After the vote to eventually scrap Reclaim, district staffers next week are scheduled to report back to the board on a time table for ending the program and a start to mapping out the replacement command-control regulations. Phil Fine, the air district’s deputy executive officer, said Reclaim could be phased out by about 2025, toward the midpoint for enacting the replacement rules.
But Umenhofer, the oil industry representative, said this will be an aggressive schedule for refinery operators.
“In many cases, you’re talking about pollution control technology that doesn’t exist today,” he said. “And refinery operators won’t have the option of incorporating this new technology when they expand their operations; instead, they will have to go back and retrofit existing operations, which is much more expensive.”
Industry analyst Hackett said that rather than retrofitting equipment, some refinery operators might choose not to make those huge expenditures and instead take units off-line.
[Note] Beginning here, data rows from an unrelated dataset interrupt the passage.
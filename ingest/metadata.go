package ingest

import (
	"strings"

	"realpart/models/quantity"
)

// Metadata is what a file says about the measurement, as found; a number beside
// it where the text is one.
type Metadata struct {
	Part, Serial, Lot string
	Date              string

	TestLevel    string
	TestLevelV   float64 // V, if HasTestLevel and the text is a voltage
	TestLevelA   float64 // A, if HasTestLevel and the text is a current
	HasTestLevel bool

	Bias    string
	BiasV   float64 // V, if HasBias and the text is a voltage
	BiasA   float64 // A, if HasBias and the text is a current
	HasBias bool

	Temperature    string
	TemperatureC   float64 // °C, if HasTemperature
	HasTemperature bool

	// mode is the pair of quantities that the instrument was set to ("Cp-D");
	// it settles what a column "C" or "L" is.
	mode string
	// reference is a stated reference resistance in Ω, 0 if none.
	reference float64
}

// set stores a value under the words before its colon, squeezed; false if they
// are not known. unit is what they say in brackets. Common practice, no source.
func (m *Metadata) set(key, value, unit string) bool {
	switch key {
	case "part", "partid", "partname", "partno", "partnumber", "dut", "dutid", "dutname", "sample", "samplename", "sampleid", "specimen",
		"device", "deviceid", "devicename", "component", "componentname", "componentid", "bauteil", "prüfling":
		m.Part = value
	case "serial", "serialno", "serialnumber", "serialnr", "sn", "s/n", "dutserial", "partserial", "seriennummer":
		m.Serial = value
	case "lot", "lotno", "lotnumber", "lotid", "batch", "batchno", "batchnumber", "batchid", "los", "charge":
		m.Lot = value
	case "date", "datetime", "dateandtime", "time", "timestamp", "testdate", "measurementdate", "dateoftest", "datum", "saved", "measured":
		if m.Date == "" {
			m.Date = value
		} else if !strings.Contains(m.Date, value) {
			m.Date += " " + value
		}
	case "testlevel", "level", "osclevel", "oscillatorlevel", "oscillation", "signallevel", "testsignallevel", "testsignal", "aclevel",
		"acvoltage", "testvoltage", "signalvoltage", "drivelevel", "amplitude", "acamplitude", "excitation", "testcurrent", "osc", "pegel",
		"messpegel":
		m.TestLevel = value
		m.TestLevelV, m.TestLevelA, m.HasTestLevel = voltsOrAmps(value, unit)
	case "bias", "dcbias", "biasvoltage", "dcbiasvoltage", "dcvoltage", "biaslevel", "dcbiaslevel", "vbias", "ubias", "biascurrent",
		"dcbiascurrent", "dccurrent", "ibias", "vdc", "idc":
		m.Bias = value
		m.BiasV, m.BiasA, m.HasBias = voltsOrAmps(value, unit)
	case "temperature", "temp", "ambient", "ambienttemperature", "temperatur", "chambertemperature", "t(°c)", "testtemperature":
		m.Temperature = value
		t, err := quantity.Parse(value, "°C")
		if err != nil {
			var k float64
			if k, err = quantity.Parse(value, "K"); err == nil {
				t = k - 273.15
			}
		}
		if err != nil {
			return true
		}
		if unit == "K" && t == scaleOnly(value) {
			t -= 273.15
		}
		m.TemperatureC, m.HasTemperature = t, true
	case "mode", "function", "measurementmode", "measurementfunction", "measfunction", "measuremode", "parameter", "parameters",
		"measurementparameter", "measurementparameters", "type", "quantity", "func", "primary", "primaryparameter":
		if m.mode == "" {
			m.mode = strings.ToLower(value)
		}
	case "z0", "zref", "referenceimpedance", "referenceresistance", "systemimpedance", "refimpedance", "impedancereference",
		"portimpedance", "portz":
		if r, err := quantity.Parse(value, "Ω"); err == nil && r > 0 {
			m.reference = r
		}
	default:
		return false
	}
	return true
}

// scaleOnly is the plain number in a text, to tell whether it had its own unit.
func scaleOnly(v string) float64 {
	f, kind := parseNumber(v, '.')
	if kind != isNumber {
		return -1e300
	}
	return f
}

// voltsOrAmps reads a level; unit is what the key said in brackets.
func voltsOrAmps(text, unit string) (v, a float64, ok bool) {
	first, _, _ := strings.Cut(text, ",")
	for _, suffix := range []string{"rms", "RMS", "pk", "DC", "dc"} {
		first = strings.TrimSpace(strings.TrimSuffix(first, suffix))
	}
	if x, kind := parseNumber(first, '.'); kind == isNumber {
		switch u, ok, _ := readUnit(unit); {
		case ok && u.dim == "A":
			return 0, scale(x, u.exp), true
		case ok && u.dim == "V":
			return scale(x, u.exp), 0, true
		}
		return 0, 0, false
	}
	if x, err := quantity.Parse(first, "V"); err == nil {
		return x, 0, true
	}
	if x, err := quantity.Parse(first, "A"); err == nil {
		return 0, x, true
	}
	return 0, 0, false
}

// read takes a line as "key: value" (or with =, a delimiter or a tab between)
// and stores it if the key is known.
func (m *Metadata) read(text string) bool {
	key, value, ok := keyValue(text)
	if !ok {
		return false
	}
	unit := ""
	if i := strings.LastIndexAny(key, "(["); i > 0 {
		unit = strings.Trim(key[i:], "()[] ")
		key = key[:i]
	}
	word, _ := squeeze(key)
	return m.set(word, value, unit)
}

// keyValue cuts a preamble line in two.
func keyValue(text string) (key, value string, ok bool) {
	text = strings.TrimSpace(strings.Trim(strings.TrimSpace(text), "#%!*"))
	i := strings.IndexAny(text, ":=;,\t")
	if i <= 0 {
		return "", "", false
	}
	key = strings.Trim(text[:i], "\" \t")
	value = strings.Trim(text[i+1:], "\" \t,;")
	if key == "" || value == "" || len(key) > 60 {
		return "", "", false
	}
	// value,unit in two cells
	for _, sep := range []string{"\t", ";", ","} {
		if v, u, ok := strings.Cut(value, sep); ok {
			v, u = strings.Trim(v, "\" "), strings.Trim(u, "\" ,;\t()[]")
			if _, isUnit, _ := readUnit(u); isUnit {
				value = v + " " + u
			}
			break
		}
	}
	return key, value, true
}

// merge fills what m lacks from the metadata of the whole file.
func (m Metadata) merge(file Metadata) Metadata {
	out := file
	if m.Part != "" {
		out.Part = m.Part
	}
	if m.Serial != "" {
		out.Serial = m.Serial
	}
	if m.Lot != "" {
		out.Lot = m.Lot
	}
	if m.Date != "" {
		out.Date = m.Date
	}
	if m.TestLevel != "" {
		out.TestLevel, out.TestLevelV, out.TestLevelA, out.HasTestLevel = m.TestLevel, m.TestLevelV, m.TestLevelA, m.HasTestLevel
	}
	if m.Bias != "" {
		out.Bias, out.BiasV, out.BiasA, out.HasBias = m.Bias, m.BiasV, m.BiasA, m.HasBias
	}
	if m.Temperature != "" {
		out.Temperature, out.TemperatureC, out.HasTemperature = m.Temperature, m.TemperatureC, m.HasTemperature
	}
	if m.mode != "" {
		out.mode = m.mode
	}
	if m.reference != 0 {
		out.reference = m.reference
	}
	return out
}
If that happens, supplies of refined oil and gas could be constrained.
Some might even decide to exit the market instead of facing such a choice, he said.
More immediately, the air district must soon decide whether to certify an environmental impact report for the merger of Tesoro’s refinery operations in Carson and Wilmington, thereby giving final approval for the $460 million project that would create the largest refinery on the West Coast.
Besides consolidating and connecting operations at the adjacent sites, the project calls for construction of eight large fuel storage tanks to replace two smaller current ones.
According to Ken Dami, Tesoro’s director of government and public affairs for Southern California, this additional storage capacity will mean fewer oil vessel trips to the Port of Long Beach, since more oil can be offloaded into the tanks each time.
May, of Communities for a Better Environment, and other opponents of the merger said its real purpose is to allow Tesoro to import dirtier and more volatile crude oil from North Dakota and Canada. They want the district to reopen the environmental review process to take this and other points into account.
Dami said in a statement there would be no change in the type of oil processed after the project is complete.
If the air district decides to reopen the environmental review process, it would send a signal to the industry that rehabilitating or expanding refineries in the county will be quite difficult, analyst Hackett said.
“It will mean Tesoro has taken years to get to this point in its permitting for their integration project and still no permit,” he said. “If you want to buy a refinery, you want to make changes to make it run better and more efficiently. But with these regulations and actions by the AQMD, if you need a permit, you just can’t get one. That will deter much needed investment.”